:: TASK INSTRUCTIONS ::
What is needed is an exact copy of all the lines below.

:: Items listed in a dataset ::
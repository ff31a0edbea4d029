"""Compile the package's hot-star and white-dwarf photometry tables from the published files.

Reads (never copies) the project's shared reference files and writes the columns hrstage needs as
ECSV with the citation in the metadata:

* ``hrstage/data/hot_dwarf_sequence.ecsv`` — the O3V-F0V rows of the Pecaut & Mamajek (2013)
  mean dwarf sequence (E. Mamajek's extended table, version 2024.05.15): SpT, Teff, BC_V, B-V,
  Gaia DR2 Bp-Rp and G-V, M_V.
* ``hrstage/data/wd_synthetic_photometry.ecsv`` — Teff, log g, mass, M_bol and the synthetic
  absolute magnitudes B, V, G, G_BP, G_RP of the Montreal DA (pure-H) and DB (pure-He) white-dwarf
  sequences (2019-08 release).

Usage::

    python tools/compile_photometric_tables.py --validation-dir DIR --models-dir DIR

The directories default to ``$HRSTAGE_VALIDATION_DIR`` and ``$HRSTAGE_MODELS_DIR`` (the shared
``data/validation`` and ``data/models`` folders beside the checkout).
"""

from __future__ import annotations

import argparse
import math
import os
from pathlib import Path

import numpy as np
from astropy.table import Table

ROOT = Path(__file__).resolve().parents[1]
OUT = ROOT / "hrstage" / "data"

PM13_CITATION = ("Pecaut, M. J. & Mamajek, E. E. 2013, ApJS 208, 9, 'Intrinsic colors, temperatures, and "
                 "bolometric corrections of pre-main-sequence stars', Table 5, as extended by E. Mamajek in "
                 "'A Modern Mean Dwarf Stellar Color and Effective Temperature Sequence', version 2024.05.15 "
                 "(BC_V on the IAU 2015 scale, M_bol,sun = 4.74; Gaia DR2 Bp-Rp and G-V from B9V on)")
WD_CITATION = {
    "H": ("Montreal white-dwarf synthetic photometry, 2019-08 release, pure-hydrogen (DA) grid: Holberg & "
          "Bergeron 2006, AJ 132, 1221; Kowalski & Saumon 2006, ApJ 651, L137; Tremblay, Bergeron & "
          "Gianninas 2011, ApJ 730, 128; Blouin et al. 2018, ApJ 863, 184; cooling sequences Bedard et al. "
          "2020, ApJ 901, 93"),
    "He": ("Montreal white-dwarf synthetic photometry, 2019-08 release, pure-helium (DB/DC) grid: Bergeron "
           "et al. 2011, ApJ 737, 28; Blouin et al. 2018, ApJ 863, 184; cooling sequences Bedard et al. 2020, "
           "ApJ 901, 93"),
}


def _number(text):
    t = text.strip().rstrip("*:?")
    if not t or set(t) <= {"."}:
        return math.nan
    try:
        return float(t)
    except ValueError:
        return math.nan


def dwarf_sequence(path: Path) -> Table:
    names, rows = None, []
    with open(path, encoding="utf-8", errors="replace") as fh:
        for line in fh:
            if line.startswith("#SpT"):
                if names is None:
                    names = line.lstrip("#").split()
                    continue
                break
            if names is None or line.startswith("#") or not line.strip():
                continue
            rows.append(line.split())
    col = {n: j for j, n in reversed(list(enumerate(names)))}
    keep = []
    for r in rows:
        keep.append(r)
        if r[0] == "F0V":
            break
    t = Table()
    t["spt"] = [r[0] for r in keep]
    for name, src, unit, desc in [
        ("teff", "Teff", "K", "effective temperature"),
        ("bc_v", "BCv", "mag", "V-band bolometric correction (M_bol,sun = 4.74)"),
        ("b_v", "B-V", "mag", "Johnson B-V"),
        ("bp_rp", "Bp-Rp", "mag", "Gaia DR2 BP-RP (nan where the source gives none: O3V-B8V)"),
        ("g_v", "G-V", "mag", "Gaia G minus Johnson V (nan where the source gives none)"),
        ("m_v", "Mv", "mag", "absolute visual magnitude"),
        ("m_g", "M_G", "mag", "absolute Gaia G magnitude (nan where the source gives none)"),
    ]:
        t[name] = np.array([_number(r[col[src]]) for r in keep])
        t[name].unit = unit
        t[name].description = desc
    t.meta = {"title": "Hot part (O3V-F0V) of the Pecaut & Mamajek mean dwarf sequence",
              "source": PM13_CITATION,
              "compiled_by": "tools/compile_photometric_tables.py (columns extracted, values unchanged)"}
    return t


def wd_grid(path: Path, atmosphere: str) -> Table:
    header, rows = None, []
    with open(path, encoding="utf-8") as fh:
        for line in fh:
            s = line.split()
            if not s or line.lstrip().startswith("#"):
                continue
            if s[0] == "Teff":
                header = s
                continue
            rows.append([float(x) for x in s])
    idx = {n: header.index(n) for n in ("Teff", "logg", "M/Mo", "Mbol", "B", "V", "G", "G_BP", "G_RP")}
    a = np.array(rows)
    t = Table()
    t["atmosphere"] = [atmosphere] * len(a)
    for name, src, unit, desc in [
        ("teff", "Teff", "K", "effective temperature"),
        ("logg", "logg", "dex(cm/s2)", "log10 surface gravity"),
        ("mass", "M/Mo", "solMass", "white-dwarf mass on the cooling sequence"),
        ("mbol", "Mbol", "mag", "absolute bolometric magnitude (M_bol,sun = 4.74)"),
        ("m_b", "B", "mag", "absolute Johnson B"),
        ("m_v", "V", "mag", "absolute Johnson V"),
        ("m_g", "G", "mag", "absolute Gaia G (DR2 passband)"),
        ("m_bp", "G_BP", "mag", "absolute Gaia BP (DR2 passband)"),
        ("m_rp", "G_RP", "mag", "absolute Gaia RP (DR2 passband)"),
    ]:
        t[name] = a[:, idx[src]]
        t[name].unit = unit
        t[name].description = desc
    return t


def main(argv=None):
    ap = argparse.ArgumentParser(description=__doc__.splitlines()[0])
    ap.add_argument("--validation-dir", default=os.environ.get("HRSTAGE_VALIDATION_DIR"))
    ap.add_argument("--models-dir", default=os.environ.get("HRSTAGE_MODELS_DIR"))
    args = ap.parse_args(argv)
    if not args.validation_dir or not args.models_dir:
        ap.error("give --validation-dir and --models-dir (or set HRSTAGE_VALIDATION_DIR / HRSTAGE_MODELS_DIR)")
    seq = dwarf_sequence(Path(args.validation_dir) / "mamajek_dwarf_sequence.txt")
    seq.write(OUT / "hot_dwarf_sequence.ecsv", format="ascii.ecsv", overwrite=True)
    from astropy.table import vstack
    grids = [wd_grid(Path(args.models_dir) / "wd_synthetic_photometry" / f"Table_{k}", atm)
             for k, atm in (("DA", "H"), ("DB", "He"))]
    wd = vstack(grids)
    wd.meta = {"title": "Montreal white-dwarf synthetic absolute magnitudes (DA: atmosphere H, DB: He)",
               "source_H": WD_CITATION["H"], "source_He": WD_CITATION["He"],
               "passbands": "Gaia DR2 G, G_BP, G_RP (the release's synthetic photometry); Johnson B, V",
               "compiled_by": "tools/compile_photometric_tables.py (columns extracted, values unchanged)"}
    wd.write(OUT / "wd_synthetic_photometry.ecsv", format="ascii.ecsv", overwrite=True)
    print(f"wrote {len(seq)} dwarf-sequence rows and {len(wd)} white-dwarf grid rows")


if __name__ == "__main__":
    main()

:: EXERCISE ANSWER ::
repository ff31a0edbea4d029
"""Compile the package's hot-star and white-dwarf photometry tables from the published files.

Reads (never copies) the project's shared reference files and writes the columns hrstage needs as
ECSV with the citation in the metadata:

* ``hrstage/data/hot_dwarf_sequence.ecsv`` — the O3V-F0V rows of the Pecaut & Mamajek (2013)
  mean dwarf sequence (E. Mamajek's extended table, version 2024.05.15): SpT, Teff, BC_V, B-V,
  Gaia DR2 Bp-Rp and G-V, M_V.
* ``hrstage/data/wd_synthetic_photometry.ecsv`` — Teff, log g, mass, M_bol and the synthetic
  absolute magnitudes B, V, G, G_BP, G_RP of the Montreal DA (pure-H) and DB (pure-He) white-dwarf
  sequences (2019-08 release).

Usage::

    python tools/compile_photometric_tables.py --validation-dir DIR --models-dir DIR

The directories default to ``$HRSTAGE_VALIDATION_DIR`` and ``$HRSTAGE_MODELS_DIR`` (the shared
``data/validation`` and ``data/models`` folders beside the checkout).
"""

from __future__ import annotations

import argparse
import math
import os
from pathlib import Path

import numpy as np
from astropy.table import Table

ROOT = Path(__file__).resolve().parents[1]
OUT = ROOT / "hrstage" / "data"

PM13_CITATION = ("Pecaut, M. J. & Mamajek, E. E. 2013, ApJS 208, 9, 'Intrinsic colors, temperatures, and "
                 "bolometric corrections of pre-main-sequence stars', Table 5, as extended by E. Mamajek in "
                 "'A Modern Mean Dwarf Stellar Color and Effective Temperature Sequence', version 2024.05.15 "
                 "(BC_V on the IAU 2015 scale, M_bol,sun = 4.74; Gaia DR2 Bp-Rp and G-V from B9V on)")
WD_CITATION = {
    "H": ("Montreal white-dwarf synthetic photometry, 2019-08 release, pure-hydrogen (DA) grid: Holberg & "
          "Bergeron 2006, AJ 132, 1221; Kowalski & Saumon 2006, ApJ 651, L137; Tremblay, Bergeron & "
          "Gianninas 2011, ApJ 730, 128; Blouin et al. 2018, ApJ 863, 184; cooling sequences Bedard et al. "
          "2020, ApJ 901, 93"),
    "He": ("Montreal white-dwarf synthetic photometry, 2019-08 release, pure-helium (DB/DC) grid: Bergeron "
           "et al. 2011, ApJ 737, 28; Blouin et al. 2018, ApJ 863, 184; cooling sequences Bedard et al. 2020, "
           "ApJ 901, 93"),
}


def _number(text):
    t = text.strip().rstrip("*:?")
    if not t or set(t) <= {"."}:
        return math.nan
    try:
        return float(t)
    except ValueError:
        return math.nan


def dwarf_sequence(path: Path) -> Table:
    names, rows = None, []
    with open(path, encoding="utf-8", errors="replace") as fh:
        for line in fh:
            if line.startswith("#SpT"):
                if names is None:
                    names = line.lstrip("#").split()
                    continue
                break
            if names is None or line.startswith("#") or not line.strip():
                continue
            rows.append(line.split())
    col = {n: j for j, n in reversed(list(enumerate(names)))}
    keep = []
    for r in rows:
        keep.append(r)
        if r[0] == "F0V":
            break
    t = Table()
    t["spt"] = [r[0] for r in keep]
    for name, src, unit, desc in [
        ("teff", "Teff", "K", "effective temperature"),
        ("bc_v", "BCv", "mag", "V-band bolometric correction (M_bol,sun = 4.74)"),
        ("b_v", "B-V", "mag", "Johnson B-V"),
        ("bp_rp", "Bp-Rp", "mag", "Gaia DR2 BP-RP (nan where the source gives none: O3V-B8V)"),
        ("g_v", "G-V", "mag", "Gaia G minus Johnson V (nan where the source gives none)"),
        ("m_v", "Mv", "mag", "absolute visual magnitude"),
        ("m_g", "M_G", "mag", "absolute Gaia G magnitude (nan where the source gives none)"),
    ]:
        t[name] = np.array([_number(r[col[src]]) for r in keep])
        t[name].unit = unit
        t[name].description = desc
    t.meta = {"title": "Hot part (O3V-F0V) of the Pecaut & Mamajek mean dwarf sequence",
              "source": PM13_CITATION,
              "compiled_by": "tools/compile_photometric_tables.py (columns extracted, values unchanged)"}
    return t


def wd_grid(path: Path, atmosphere: str) -> Table:
    header, rows = None, []
    with open(path, encoding="utf-8") as fh:
        for line in fh:
            s = line.split()
            if not s or line.lstrip().startswith("#"):
                continue
            if s[0] == "Teff":
                header = s
                continue
            rows.append([float(x) for x in s])
    idx = {n: header.index(n) for n in ("Teff", "logg", "M/Mo", "Mbol", "B", "V", "G", "G_BP", "G_RP")}
    a = np.array(rows)
    t = Table()
    t["atmosphere"] = [atmosphere] * len(a)
    for name, src, unit, desc in [
        ("teff", "Teff", "K", "effective temperature"),
        ("logg", "logg", "dex(cm/s2)", "log10 surface gravity"),
        ("mass", "M/Mo", "solMass", "white-dwarf mass on the cooling sequence"),
        ("mbol", "Mbol", "mag", "absolute bolometric magnitude (M_bol,sun = 4.74)"),
        ("m_b", "B", "mag", "absolute Johnson B"),
        ("m_v", "V", "mag", "absolute Johnson V"),
        ("m_g", "G", "mag", "absolute Gaia G (DR2 passband)"),
        ("m_bp", "G_BP", "mag", "absolute Gaia BP (DR2 passband)"),
        ("m_rp", "G_RP", "mag", "absolute Gaia RP (DR2 passband)"),
    ]:
        t[name] = a[:, idx[src]]
        t[name].unit = unit
        t[name].description = desc
    return t


def main(argv=None):
    ap = argparse.ArgumentParser(description=__doc__.splitlines()[0])
    ap.add_argument("--validation-dir", default=os.environ.get("HRSTAGE_VALIDATION_DIR"))
    ap.add_argument("--models-dir", default=os.environ.get("HRSTAGE_MODELS_DIR"))
    args = ap.parse_args(argv)
    if not args.validation_dir or not args.models_dir:
        ap.error("give --validation-dir and --models-dir (or set HRSTAGE_VALIDATION_DIR / HRSTAGE_MODELS_DIR)")
    seq = dwarf_sequence(Path(args.validation_dir) / "mamajek_dwarf_sequence.txt")
    seq.write(OUT / "hot_dwarf_sequence.ecsv", format="ascii.ecsv", overwrite=True)
    from astropy.table import vstack
    grids = [wd_grid(Path(args.models_dir) / "wd_synthetic_photometry" / f"Table_{k}", atm)
             for k, atm in (("DA", "H"), ("DB", "He"))]
    wd = vstack(grids)
    wd.meta = {"title": "Montreal white-dwarf synthetic absolute magnitudes (DA: atmosphere H, DB: He)",
               "source_H": WD_CITATION["H"], "source_He": WD_CITATION["He"],
               "passbands": "Gaia DR2 G, G_BP, G_RP (the release's synthetic photometry); Johnson B, V",
               "compiled_by": "tools/compile_photometric_tables.py (columns extracted, values unchanged)"}
    wd.write(OUT / "wd_synthetic_photometry.ecsv", format="ascii.ecsv", overwrite=True)
    print(f"wrote {len(seq)} dwarf-sequence rows and {len(wd)} white-dwarf grid rows")


if __name__ == "__main__":
    main()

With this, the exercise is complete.